Abstract

The purpose of this note is to present a strong form of the liar paradox. It is strong because the logical resources needed to generate the paradox are weak, in each of two senses. First, few expressive resources required: conjunction, negation, and identity. In particular, this form of the liar does not need to make any use of the conditional. Second, few inferential resources are required. These are: (i) conjunction introduction; (ii) substitution of identicals; and (iii) the inference: From ¬(p ∧ p), infer ¬ p.
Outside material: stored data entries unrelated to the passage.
# one run's energy settings: a doubled price doubles the cost (Source: hand
# arithmetic, cost = energy × price), the file is not changed
code, out2, err = run("eval", demo, "--format", "json", "--energy-price", "0.32 /kWh", "--currency", "USD")
doc2 = json.loads(out2) if code == 0 else {"results": []}
check("eval --energy-price exit", code == 0, err)
before = open(demo, encoding="utf-8").read()
for a, b in zip(doc["results"], doc2["results"]):
    if a["case"] == "design" and "energy_cost_per_year" in a:
        check(f"eval --energy-price {a['line']}",
              close(b["energy_cost_per_year"], a["energy_cost_per_year"] * 2.0, 1e-14)
              and close(b["energy_kWh_per_year"], a["energy_kWh_per_year"], 1e-15))
check("eval overrides leave the file alone", open(demo, encoding="utf-8").read() == before)
code, out, err = run("eval", demo, "--format", "csv", "--currency", "USD")
check("eval csv names the currency", code == 0 and "life_cycle_cost (USD)" in out.splitlines()[0], out[:300])
check("eval csv names kWh per year", code == 0 and "energy (kWh/yr)" in out.splitlines()[0], out[:300])
for name, args, needle in [
    ("efficiency 0", ["--efficiency", "0"], "--efficiency"),
    ("efficiency above 100", ["--efficiency", "101 %"], "--efficiency"),
    ("hours beyond a year", ["--hours", "8000", "--hours-maximum", "1000"], "--hours"),
    ("negative price", ["--energy-price", "-1"], "--energy-price"),
    ("life 0", ["--life", "0"], "--life"),
    ("rate not a number", ["--discount-rate", "five"], "--discount-rate"),
    ("currency too long", ["--currency", "X" * 40], "--currency"),
]:
    code, out, err = run("eval", demo, *args)
    check(f"eval refuses {name}", code == 2 and out == "" and len(err.splitlines()) == 1
          and err.startswith("rugosa-cli: " + needle), f"{code} {err!r}")

code, out, err = run("eval", "/nonexistent/x.rugosa")
check("eval missing file", code == 2 and out == "" and len(err.splitlines()) == 1, err)

# --- render: the chart in three formats, with the caution footer ------------
import shutil
import tempfile
tmp = tempfile.mkdtemp(prefix="rugosa-render-")
env_date = {"SOURCE_DATE_EPOCH": "1764633600"}  # 2025-12-02, a fixed footer date


def run_env(extra, *args):
    env = {**BASE_ENV, **extra}
    p = subprocess.run([CLI, *args], capture_output=True, text=True, timeout=60, env=env)
    return p.returncode, p.stdout, p.stderr


for view in ("friction", "system", "cost"):
    for ext, magic in (("png", b"\x89PNG"), ("svg", b"<?xml"), ("pdf", b"%PDF")):
        path = os.path.join(tmp, f"demo-{view}." + ext)
        code, out, err = run_env(env_date, "render", demo, "-o", path, "--width", "1200",
                                 "--height", "800", "--view", view)
        ok = code == 0 and out == "" and os.path.exists(path)
        check(f"render {view} {ext}", ok and open(path, "rb").read(5).startswith(magic), err)
    if view == "friction":
        shutil.copyfile(os.path.join(tmp, "demo-friction.pdf"), os.path.join(tmp, "demo.pdf"))
pdftotext_views = shutil.which("pdftotext")
if pdftotext_views:
    # Common practice (no single source): each view carries its axis titles,
    # the caution with the date, and the system view the names of the lines
    for view, needles in (("system", ("Flow", "Head", "PE100 200 SDR 11", "licensed engineer", "2025-12-02")),
                          ("cost", ("Years of service", "Cumulative cost", "pays back after", "licensed engineer"))):
        text = subprocess.run([pdftotext_views, os.path.join(tmp, f"demo-{view}.pdf"), "-"],
                              capture_output=True, text=True).stdout
        for needle in needles:
            check(f"render {view} pdf text {needle}", needle in text, text[:200])
pdftotext = shutil.which("pdftotext")
if pdftotext:
    text = subprocess.run([pdftotext, os.path.join(tmp, "demo.pdf"), "-"], capture_output=True,
                          text=True).stdout
    # Common practice (no single source): an exported chart carries its axis
    # titles, the line names and the caution with the date.
    for needle in ("Reynolds number", "Darcy friction factor", "Steel NPS 6 Sch 40",
                   "licensed engineer", "2025-12-02"):
        check(f"render pdf text {needle}", needle in text, text[:200])
    # The legend names every line and explains the chart's symbols; with
    # --title a heading carries the title and the conditions.
    titled = os.path.join(tmp, "titled.pdf")
    code, out, err = run_env(env_date, "render", demo, "-o", titled, "--age", "25",
                             "--title", "Riser options")
    check("render --title", code == 0 and out == "" and err == "", err)
    text = subprocess.run([pdftotext, "-raw", titled, "-"], capture_output=True, text=True).stdout
    names = [line["name"] for line in json.load(open(demo, encoding="utf-8"))["lines"]]
    for needle in names + ["Riser options", "Service age: 25.0 years",
                           "Friction model: Colebrook (1939)", "Water (IAPWS-IF97) at",
                           "flow range, minimum to maximum", "aging, new → 25.0 years",
                           "curve of a line’s ε/D, new", "turbulent:", "transitionally rough"]:
        check(f"render --title pdf text {needle}", needle in text, text[:300])
a, b = os.path.join(tmp, "a.png"), os.path.join(tmp, "b.png")
run_env(env_date, "render", demo, "-o", a, "--theme", "dark", "--age", "40")
run_env(env_date, "render", demo, "-o", b, "--theme", "dark", "--age", "40")
check("render reproducible", os.path.exists(a) and open(a, "rb").read() == open(b, "rb").read())
for name, args, needle in [
    ("no output", ["render", demo], "-o"),
    ("bad extension", ["render", demo, "-o", os.path.join(tmp, "x.jpg")], "-o"),
    ("tiny width", ["render", demo, "-o", a, "--width", "10"], "--width"),
    ("nan height", ["render", demo, "-o", a, "--height", "nan"], "--height"),
    ("bad theme", ["render", demo, "-o", a, "--theme", "sepia"], "--theme"),
    ("bad view", ["render", demo, "-o", a, "--view", "pump"], "--view"),
    ("bad age", ["render", demo, "-o", a, "--age", "-3"], "--age"),
    ("missing project", ["render", "/nonexistent.rugosa", "-o", a], "nonexistent"),
    ("title with a control character", ["render", demo, "-o", a, "--title", "a\x01b"], "--title"),
    ("title on another view", ["render", demo, "-o", a, "--view", "cost", "--title", "x"], "--title"),
]:
    code, out, err = run(*args)
    check(f"render refuses {name}", code == 2 and out == "" and len(err.splitlines()) == 1
          and needle in err, f"{code} {err!r}")
# --- report: the PDF of a project (its contents: tests/cli-report.py) ------
r1, r2 = os.path.join(tmp, "r1.pdf"), os.path.join(tmp, "r2.pdf")
code, out, err = run_env(env_date, "report", demo, "-o", r1)
check("report writes a PDF", code == 0 and out == "" and err == ""
      and open(r1, "rb").read(5) == b"%PDF-", f"{code} {err!r}")
run_env(env_date, "report", demo, "-o", r2)
check("report reproducible", os.path.exists(r2) and open(r1, "rb").read() == open(r2, "rb").read())
for name, args, needle in [
    ("no output", ["report", demo], "-o"),
    ("bad extension", ["report", demo, "-o", os.path.join(tmp, "x.png")], "-o"),
    ("bad paper", ["report", demo, "-o", r1, "--paper", "legal"], "--paper"),
    ("bad age", ["report", demo, "-o", r1, "--age", "forty"], "--age"),
    ("unknown option", ["report", demo, "-o", r1, "--view", "cost"], "--view"),
    ("missing project", ["report", "/nonexistent.rugosa", "-o", r1], "nonexistent"),
    ("two projects", ["report", demo, demo, "-o", r1], "report"),
]:
    code, out, err = run(*args)
    check(f"report refuses {name}", code == 2 and out == "" and len(err.splitlines()) == 1
          and needle in err, f"{code} {err!r}")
It is, interestingly enough, also essential to the argument that the ‘strong’ form of the diagonal lemma be used: the one that delivers a term λ such that we can prove: λ = ¬ T(⌈λ⌉); rather than just a sentence Λ for which we can prove: Λ ≡ ¬T(⌈Λ⌉). The truth-theoretic principles used to generate the paradox are these: ¬(S ∧ T(⌈¬S⌉); and ¬(¬S ∧ ¬T(⌈¬S⌉). These are classically equivalent to the two directions of the T-scheme, but they are intuitively weaker. The lesson I would like to draw is: There can be no consistent solution to the Liar paradox that does not involve abandoning truth-theoretic principles that should be every bit as dear to our hearts as the T-scheme. So we shall have to learn to live with the Liar, one way or another.